Provided data:
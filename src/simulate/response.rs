//! Third- (and higher-) order response functions in the impulsive limit with the
//! rotating-wave approximation (Mukamel 1995, ch. 6; Hamm & Zanni 2011, ch. 4): every signal
//! pathway contributes its weight (sign, dipoles, final yield or radiating dipole) times, for
//! each delay `t_k` holding the element `|a><b|`, `exp(-i w_ab t_k - G_ab t_k)`. A static
//! Gaussian distribution of the energies is averaged exactly: the phase `sum_k dw_k t_k` is a
//! Gaussian variable, so the average multiplies by `exp(-var/2)`. Pathways are summed per phase
//! signature, which is what a phase cycle sees.

use super::dynamics::{Dynamics, Propagator};
use super::grid::{DelayGrid, MAX_GRID_POINTS};
use super::SimulationError;
use crate::model::{Detection, Experiment, PathwayClass};
use crate::pathways::{for_each_pathway, Pathway, Scope};
use crate::signature::Signature;
use num_complex::Complex64;
use serde::Serialize;
use std::collections::BTreeMap;

/// Largest number of signal pathways simulated.
pub const MAX_SIMULATED_PATHWAYS: usize = 10_000;

/// The summed response of every signal pathway with one phase signature.
#[derive(Clone, Debug, PartialEq, Serialize)]
pub struct TermSignal {
    /// The phase signature over all fields.
    pub signature: Signature,
    /// The distinct classes of its pathways.
    pub classes: Vec<PathwayClass>,
    /// How many pathways it sums.
    pub pathways: usize,
    /// Complex signal on the delay grid, C order.
    #[serde(skip)]
    pub values: Vec<Complex64>,
}

/// Every signal term of an experiment on a delay grid.
#[derive(Clone, Debug, PartialEq, Serialize)]
pub struct Response {
    /// The grid.
    pub grid: DelayGrid,
    /// One entry per distinct signature, in the enumerator's order of first appearance.
    pub terms: Vec<TermSignal>,
    /// True when the enumerator lists only the positive-frequency half (emission, pump-probe):
    /// the detected real signal then adds every term's complex conjugate with signature `-b`.
    pub add_conjugates: bool,
    /// Signatures of signal pathways left out because the beams do not phase-match them
    /// (they radiate away from the detector).
    pub unmatched: Vec<Signature>,
}

/// Names of the delays of `exp`: `t1..tn`, one per pulse (after each pulse's interactions),
/// less the final population for population detection.
pub fn delay_names(exp: &Experiment) -> Result<Vec<String>, SimulationError> {
    if exp.levels.is_none() || matches!(exp.detection, Detection::Nmr { .. }) {
        return Err(SimulationError::Unsupported(
            "the simulator needs a level scheme; NMR coherence paths carry no energies".into(),
        ));
    }
    if !exp.overlap.is_empty() {
        return Err(SimulationError::Unsupported(
            "overlapping pulses (`overlap`) have no well-defined delays; the impulsive simulator needs time-ordered pulses".into(),
        ));
    }
    let pulses = exp.pulse_indices().len();
    let n = match exp.detection {
        Detection::Population => pulses.saturating_sub(1),
        _ => pulses,
    };
    Ok((1..=n).map(|k| format!("t{k}")).collect())
}

/// Simulate every signal pathway of `exp` on `grid` (one axis per delay name) in a frame
/// rotating at `frame` (energy unit of `dyn_`) per quantum. Refuses a grid whose step aliases
/// a frequency present in that delay unless `undersample` is set.
pub fn simulate_response(
    exp: &Experiment,
    dyn_: &Dynamics,
    frame: f64,
    grid: &DelayGrid,
    undersample: bool,
) -> Result<Response, SimulationError> {
    let names = delay_names(exp)?;
    if grid.axes.len() != names.len() {
        return Err(SimulationError::BadRequest(format!(
            "the experiment has {} delays ({}) but the grid has {} axes",
            names.len(),
            names.join(", "),
            grid.axes.len()
        )));
    }
    if grid.is_empty() || grid.len() > MAX_GRID_POINTS {
        return Err(SimulationError::BadRequest(format!(
            "the delay grid has {} points; give 1..={MAX_GRID_POINTS} (fewer or coarser delays)",
            grid.len()
        )));
    }
    let levels = exp.levels.as_ref().expect("checked by delay_names");
    let prop = Propagator::new(levels, dyn_, frame);
    let mut paths: Vec<Pathway> = Vec::new();
    let mut too_many = false;
    for_each_pathway(exp, Scope::Signal, |p| {
        if paths.len() < MAX_SIMULATED_PATHWAYS {
            paths.push(p.clone());
        } else {
            too_many = true;
        }
    })?;
    if too_many {
        return Err(SimulationError::BadRequest(format!(
            "more than {MAX_SIMULATED_PATHWAYS} signal pathways; simplify the level scheme"
        )));
    }
    // With beam directions, the detector sees only the phase-matched terms (the selection's
    // geometry rule: coherent terms with sum |b| > 2 that the beams do not phase-match).
    let mut unmatched: Vec<Signature> = Vec::new();
    if exp.fields.iter().any(|f| f.beam.is_some()) {
        paths.retain(|p| {
            let keep = p.signature.weight() <= 2 || exp.is_phase_matched(&p.signature);
            if !keep && !unmatched.contains(&p.signature) {
                unmatched.push(p.signature.clone());
            }
            keep
        });
    }
    check_sampling(&paths, &prop, grid, dyn_, undersample)?;
    let mut index: BTreeMap<Vec<i64>, usize> = BTreeMap::new();
    let mut terms: Vec<TermSignal> = Vec::new();
    for p in &paths {
        let i = *index.entry(p.signature.0.clone()).or_insert_with(|| {
            terms.push(TermSignal {
                signature: p.signature.clone(),
                classes: Vec::new(),
                pathways: 0,
                values: vec![Complex64::new(0.0, 0.0); grid.len()],
            });
            terms.len() - 1
        });
        let t = &mut terms[i];
        t.pathways += 1;
        if !t.classes.contains(&p.class) {
            t.classes.push(p.class);
        }
        add_pathway(p, &prop, grid, &mut t.values);
    }
    Ok(Response {
        grid: grid.clone(),
        terms,
        add_conjugates: matches!(exp.detection, Detection::Emission | Detection::PumpProbe),
        unmatched,
    })
}

/// Add one pathway's response to `out`.
fn add_pathway(p: &Pathway, prop: &Propagator, grid: &DelayGrid, out: &mut [Complex64]) {
    let n = grid.axes.len();
    let rates: Vec<Complex64> = p.delays[..n].iter().map(|e| prop.rate(e)).collect();
    let offsets: Vec<Vec<f64>> = p.delays[..n].iter().map(|e| prop.offset(e)).collect();
    let homogeneous = prop.is_homogeneous();
    let mut t = vec![0.0; n];
    for (i, v) in out.iter_mut().enumerate() {
        grid.point(i, &mut t);
        let mut exponent: Complex64 = rates.iter().zip(&t).map(|(r, &tk)| r * tk).sum();
        if !homogeneous {
            let var: f64 = (0..offsets[0].len())
                .map(|z| {
                    let s: f64 = offsets.iter().zip(&t).map(|(o, &tk)| o[z] * tk).sum();
                    s * s
                })
                .sum();
            exponent -= 0.5 * var;
        }
        *v += p.weight * exponent.exp();
    }
}

/// Refuse a delay step that aliases a frequency held in that delay (unless undersampling).
fn check_sampling(
    paths: &[Pathway],
    prop: &Propagator,
    grid: &DelayGrid,
    dyn_: &Dynamics,
    undersample: bool,
) -> Result<(), SimulationError> {
    if undersample {
        return Ok(());
    }
    for (k, axis) in grid.axes.iter().enumerate() {
        let Some(dt) = axis.step() else { continue };
        let w_max = paths
            .iter()
            .map(|p| prop.rate(&p.delays[k]).im.abs())
            .fold(0.0, f64::max);
        if w_max * dt >= std::f64::consts::PI {
            let unit = dyn_.energy_unit;
            return Err(SimulationError::Aliased {
                axis: axis.name.clone(),
                step_fs: dt,
                max_step_fs: std::f64::consts::PI / w_max,
                frequency: unit.from_angular(w_max),
                unit: unit.label().to_string(),
            });
        }
    }
    Ok(())
}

Goal of the exercise:
Repeat only the lines from the one holding "return Ok(());" through the last line of the data.

Answer box:
        return Ok(());
    }
    for (k, axis) in grid.axes.iter().enumerate() {
        let Some(dt) = axis.step() else { continue };
        let w_max = paths
            .iter()
            .map(|p| prop.rate(&p.delays[k]).im.abs())
            .fold(0.0, f64::max);
        if w_max * dt >= std::f64::consts::PI {
            let unit = dyn_.energy_unit;
            return Err(SimulationError::Aliased {
                axis: axis.name.clone(),
                step_fs: dt,
                max_step_fs: std::f64::consts::PI / w_max,
                frequency: unit.from_angular(w_max),
                unit: unit.label().to_string(),
            });
        }
    }
    Ok(())
}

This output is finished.